For a function $f$ of a real variable $t$ a small increment at $p$ is just a real number $\epsilon$ with $|\epsilon|\ll1$. In order to find conditions that permit a local extremum of $f$ at $p$ we therefore have to study
$$f(p+\epsilon)-f(p)=f'(p)\epsilon+o(\epsilon)\qquad(\epsilon\to0)$$
and find that $f'(p)=0$ is a necessary condition (This is Calculus 101). Note that, up to sign, there is just one possible direction for a small increment.
Now in an $n$-dimensional, or even $\infty$-dimensional environment a "tiny increment" at $p$ is best described as $\epsilon u$, whereby $|\epsilon|\ll1$, and $u$ is an arbitrary fixed vector making sense in said environment. We then look at the increments $f(p+\epsilon u)-f(p)$ in direction $u$. If $p\in{\mathbb R}^n$ then, according to multivariable calculus,
$$f(p+\epsilon u)-f(p)=\epsilon\> \nabla f(p)\cdot u+o(\epsilon)\qquad(\epsilon\to0)\ .$$
When $|\epsilon|$ is small this will assume values of both signs for certain $u$ unless $\nabla f(p)=0$. It follows that $\nabla f(p)=0$ is a necessary condition for a local extremum of $f$ at $p$.

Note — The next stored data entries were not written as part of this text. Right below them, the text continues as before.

void brm_od_fill_block(const brm_scene *s, const media_info *mi, shadow_view *v, uint32_t b, float *scratch)
{
    const uint32_t R = BRM_OD_REFINE, R1 = R + 1, nk = v->og_n[2];
    uint32_t cell = v->blk_cell[b], ci = cell % (v->og_n[0] - 1), cj = cell / (v->og_n[0] - 1);
    bool need[3] = {false, false, false};
    if (v->kind == BRM_VIEW_ORTHO)
        for (int dj = -1; dj <= 2; dj++)
            for (int di = -1; di <= 2; di++) {
                double x = v->og_lo[0] + v->og_step[0] * ((double)ci + di), y = v->og_lo[1] + v->og_step[1] * ((double)cj + dj);
                int e = entry_face(s, brm_add(brm_scale(v->u, x), brm_scale(v->v, y)), v->f);
                if (e >= 0) need[e] = true;
            }
    float *od = v->blk_od + 2 * (size_t)nk * R1 * R1 * b;
    uint32_t lo, valid; /* every column of the block starts at node lo */
    cell_range(v, ci, cj, &lo, &valid);
    for (uint32_t bj = 0; bj <= R; bj++)
        for (uint32_t bi = 0; bi <= R; bi++) {
            double x = v->og_lo[0] + v->og_step[0] * ((double)ci + (double)bi / R);
            double y = v->og_lo[1] + v->og_step[1] * ((double)cj + (double)bj / R);
            float pre[3];
            fill_column(s, mi, v, x, y, need, lo, valid, od + 2 * (size_t)nk * (bi + R1 * bj), pre, false);
            if (v->kind == BRM_VIEW_ORTHO)
                for (int a = 0; a < 3; a++) v->blk_pre[((size_t)b * 3 + a) * R1 * R1 + bi + R1 * bj] = pre[a];
        }
    /* The same check as for the base cells, at each sub-cell's centre. */
    for (uint32_t sj = 0; sj < R; sj++)
        for (uint32_t si = 0; si < R; si++) {
            double x = v->og_lo[0] + v->og_step[0] * ((double)ci + ((double)si + 0.5) / R);
            double y = v->og_lo[1] + v->og_step[1] * ((double)cj + ((double)sj + 0.5) / R);
            int e = -1;
            bool nd[3] = {false, false, false};
            if (v->kind == BRM_VIEW_ORTHO) {
                e = entry_face(s, brm_add(brm_scale(v->u, x), brm_scale(v->v, y)), v->f);
                if (e >= 0) nd[e] = true;
            }
            float pre[3];
            fill_column(s, mi, v, x, y, nd, lo, valid, scratch, pre, false);
            size_t q0 = si + R1 * sj, q[4] = {q0, q0 + 1, q0 + R1, q0 + R1 + 1};
            double p_int = 0.0, p_ex = 0.0;
            if (e >= 0) {
                for (int k = 0; k < 4; k++) p_int += 0.25 * v->blk_pre[((size_t)b * 3 + e) * R1 * R1 + q[k]];
                p_ex = pre[e];
            }
            uint8_t *bad = v->blk_bad + ((size_t)b * R * R + si + R * sj) * (nk - 1);
            memset(bad, 0, nk - 1);
            for (uint32_t k = lo; k <= valid; k++) {
                double g_int = 0.0;
                for (int m = 0; m < 4; m++) g_int += 0.25 * od[2 * ((size_t)nk * q[m] + k)];
                if (fabs((g_int + p_int) - ((double)scratch[2 * k] + p_ex)) > BRM_OD_CHECK_TAU) {
                    if (k > 0) bad[k - 1] = 1;
                    if (k + 1 < nk) bad[k] = 1;
                }
            }
            flag_unfilled(bad, nk, lo, valid);
        }
}
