brv_result brv_writer_create(FILE *f, const brv_write_desc *d, brv_writer **out)
{
    if (!f || !d || !out) return BRV_E_ARGUMENT;
    if (d->alloc && (!d->alloc->alloc || !d->alloc->free)) return BRV_E_ARGUMENT;
    brv_writer *w = brv_alloc(d->alloc, sizeof *w);
    if (!w) return BRV_E_NOMEM;
    memset(w, 0, sizeof *w);
    if (d->alloc) {
        w->alloc = *d->alloc;
        w->has_alloc = true;
    }
    w->f = f;
    brv_result r = BRV_E_ARGUMENT;
#define WCHECK(cond, code, ...)                     \
    do {                                            \
        if (!(cond)) {                              \
            r = fail(w, (code), __VA_ARGS__);       \
            goto bad;                               \
        }                                           \
    } while (0)
    WCHECK(d->kind > BRV_GRID_INVALID && d->kind < BRV_GRID_MAX_ENUM, BRV_E_ARGUMENT, "grid kind %d is not world, frustum or probes", (int)d->kind);
    w->kind = d->kind;
    w->bs = d->brick_size ? d->brick_size : 16;
    WCHECK(w->bs <= BRV_MAX_BRICK_SIZE, BRV_E_LIMIT, "brick size %u over %u", w->bs, BRV_MAX_BRICK_SIZE);
    uint64_t nb = 1;
    for (int a = 0; a < 3; a++) {
        WCHECK(d->cells[a] >= 1 && d->cells[a] <= BRV_MAX_CELLS_PER_AXIS, BRV_E_LIMIT,
               "cells[%d] = %u, expected 1..%u", a, d->cells[a], BRV_MAX_CELLS_PER_AXIS);
        w->cells[a] = d->cells[a];
        w->bricks[a] = (d->cells[a] + w->bs - 1) / w->bs;
        nb *= w->bricks[a];
    }
    WCHECK(nb <= 0xFFFFFFFEu, BRV_E_LIMIT, "%llu bricks, over the 2^32 − 2 a file can index", (unsigned long long)nb);
    w->brick_count = (uint32_t)nb;
    WCHECK(d->channel_count >= 1 && d->channel_count <= BRV_MAX_CHANNELS && d->channels, BRV_E_LIMIT,
           "%u channels, expected 1..%u", d->channel_count, BRV_MAX_CHANNELS);
    w->channel_count = d->channel_count;
    for (int a = 0; a < 3; a++) {
        WCHECK(isfinite(d->bounds_min[a]) && isfinite(d->bounds_max[a]), BRV_E_ARGUMENT, "bounds are not finite");
        if (d->kind == BRV_GRID_WORLD)
            WCHECK(d->bounds_max[a] > d->bounds_min[a], BRV_E_ARGUMENT, "bounds_max[%d] must exceed bounds_min[%d]", a, a);
        if (d->kind == BRV_GRID_PROBES)
            WCHECK(d->bounds_max[a] >= d->bounds_min[a], BRV_E_ARGUMENT, "bounds_max[%d] below bounds_min[%d]", a, a);
        w->bounds_min[a] = d->bounds_min[a];
        w->bounds_max[a] = d->bounds_max[a];
    }
    if (d->kind == BRV_GRID_FRUSTUM) {
        double cv[13] = {d->camera.position[0], d->camera.position[1], d->camera.position[2],
                         d->camera.look_at[0],  d->camera.look_at[1],  d->camera.look_at[2],
                         d->camera.up[0],       d->camera.up[1],       d->camera.up[2],
                         d->camera.fov_y_deg,   d->camera.aspect,      d->camera.near_m,
                         d->camera.far_m};
        for (int i = 0; i < 13; i++) WCHECK(isfinite(cv[i]), BRV_E_ARGUMENT, "camera field %d is not finite", i);
        w->camera = d->camera;
        WCHECK(d->slice_depths != NULL, BRV_E_ARGUMENT, "a frustum grid needs cells[2] + 1 slice depths");
        uint32_t n = d->cells[2] + 1;
        w->slice_depths = brv_alloc(wr_allocator(w), n * sizeof(double));
        WCHECK(w->slice_depths, BRV_E_NOMEM, "out of memory");
        for (uint32_t k = 0; k < n; k++) {
            WCHECK(isfinite(d->slice_depths[k]) && d->slice_depths[k] > 0.0 &&
                       (k == 0 || d->slice_depths[k] > d->slice_depths[k - 1]),
                   BRV_E_ARGUMENT, "slice_depths[%u] = %g: depths must be positive and increasing", k,
                   d->slice_depths[k]);
            w->slice_depths[k] = d->slice_depths[k];
        }
    }
    for (uint32_t c = 0; c < w->channel_count; c++) {
        const brv_channel_desc *cd = &d->channels[c];
        WCHECK(cd->name && cd->name[0] && strlen(cd->name) < 32, BRV_E_ARGUMENT,
               "channel %u: a name of 1..31 bytes is needed", c);
        WCHECK(!cd->units || strlen(cd->units) < 16, BRV_E_ARGUMENT, "channel '%s': units longer than 15 bytes", cd->name);
        WCHECK(cd->encoding > BRV_ENCODING_INVALID && cd->encoding < BRV_ENCODING_MAX_ENUM, BRV_E_ARGUMENT,
               "channel '%s': encoding %d is not f32, f16 or rgb9e5", cd->name, (int)cd->encoding);
        for (uint32_t o = 0; o < c; o++)
            WCHECK(strcmp(w->names[o], cd->name) != 0, BRV_E_ARGUMENT, "channel name '%s' appears twice", cd->name);
        memset(w->names[c], 0, 32);
        memset(w->units[c], 0, 16);
        memcpy(w->names[c], cd->name, strlen(cd->name));
        if (cd->units) memcpy(w->units[c], cd->units, strlen(cd->units));
        w->enc[c] = cd->encoding;
        w->ch_min[c] = INFINITY;
        w->ch_max[c] = -INFINITY;
    }
    size_t payload_max = 0, cells_max = (size_t)w->bs * w->bs * w->bs;
    for (uint32_t c = 0; c < w->channel_count;) {
        group *g = &w->groups[w->group_count++];
        g->first = c;
        g->enc = w->enc[c];
        g->count = g->enc == BRV_ENCODING_RGB9E5 ? 3 : 1;
        g->wb = g->enc == BRV_ENCODING_F16 ? 2 : 4;
        if (g->count == 3)
            WCHECK(c + 2 < w->channel_count && w->enc[c + 1] == BRV_ENCODING_RGB9E5 && w->enc[c + 2] == BRV_ENCODING_RGB9E5,
                   BRV_E_ARGUMENT, "channel '%s': rgb9e5 channels come in consecutive triplets (r, g, b)", w->names[c]);
        payload_max += BRV_GROUP_HEADER + cells_max * g->wb;
        c += g->count;
    }
    int level = d->compression_level ? d->compression_level : 9;
    WCHECK(level >= 1 && level <= 19, BRV_E_ARGUMENT, "compression level %d, expected 1..19", level);
    if (d->metadata && d->metadata_len) {
        WCHECK(d->metadata_len <= BRV_METADATA_MAX, BRV_E_LIMIT, "metadata of %zu bytes over %u", d->metadata_len, BRV_METADATA_MAX);
        w->metadata = brv_alloc(wr_allocator(w), d->metadata_len);
        WCHECK(w->metadata, BRV_E_NOMEM, "out of memory");
        memcpy(w->metadata, d->metadata, d->metadata_len);
        w->metadata_len = d->metadata_len;
    }
    w->payload_cap = payload_max;
    w->cbuf_cap = ZSTD_compressBound(payload_max);
    w->words = brv_alloc(wr_allocator(w), cells_max * 4);
    w->payload = brv_alloc(wr_allocator(w), payload_max);
    w->cbuf = brv_alloc(wr_allocator(w), w->cbuf_cap);
    w->off = brv_alloc(wr_allocator(w), (size_t)w->brick_count * sizeof *w->off);
    w->csize = brv_alloc(wr_allocator(w), (size_t)w->brick_count * sizeof *w->csize);
    w->crc = brv_alloc(wr_allocator(w), (size_t)w->brick_count * sizeof *w->crc);
    w->done = brv_alloc(wr_allocator(w), w->brick_count);
    w->cctx = ZSTD_createCCtx();
    WCHECK(w->words && w->payload && w->cbuf && w->off && w->csize && w->crc && w->done && w->cctx, BRV_E_NOMEM,
           "out of memory for %u bricks", w->brick_count);
    memset(w->done, 0, w->brick_count);
    /* Single-threaded zstd (nbWorkers 0): its bytes are what the golden file pins, and frames
     * from one worker decode faster. */
    WCHECK(!ZSTD_isError(ZSTD_CCtx_setParameter(w->cctx, ZSTD_c_compressionLevel, level)) &&
               !ZSTD_isError(ZSTD_CCtx_setParameter(w->cctx, ZSTD_c_checksumFlag, 1)) &&
               !ZSTD_isError(ZSTD_CCtx_setParameter(w->cctx, ZSTD_c_contentSizeFlag, 1)),
           BRV_E_ARGUMENT, "zstd refused the compression parameters");
    w->base = ftell(f);
    WCHECK(w->base >= 0, BRV_E_IO, "the output is not seekable");
    /* A placeholder header (no magic yet): a file cut short before finish is never a volume. */
    uint8_t zero[BRV_HEADER_SIZE] = {0};
    WCHECK(write_at_end(w, zero, sizeof zero), BRV_E_IO, "cannot write the header");
    w->pos = BRV_HEADER_SIZE;
#undef WCHECK
    *out = w;
    return BRV_OK;
bad:
    if (d->error && d->error_size) snprintf(d->error, d->error_size, "%s", w->err);
    brv_writer_free(w);
    return r;
}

Similar arguments apply if $f(x)$ denotes a certain integral involving the function $x:\>[a,b]\to{\mathbb R}$. In this case both $p$ and $u$ are functions defined on $[a,b]$. The study of such a situation then leads to the Euler-Lagrange condition: In the end all "directional derivatives" at $p$ have to be zero whatever the "increment direction" $u$.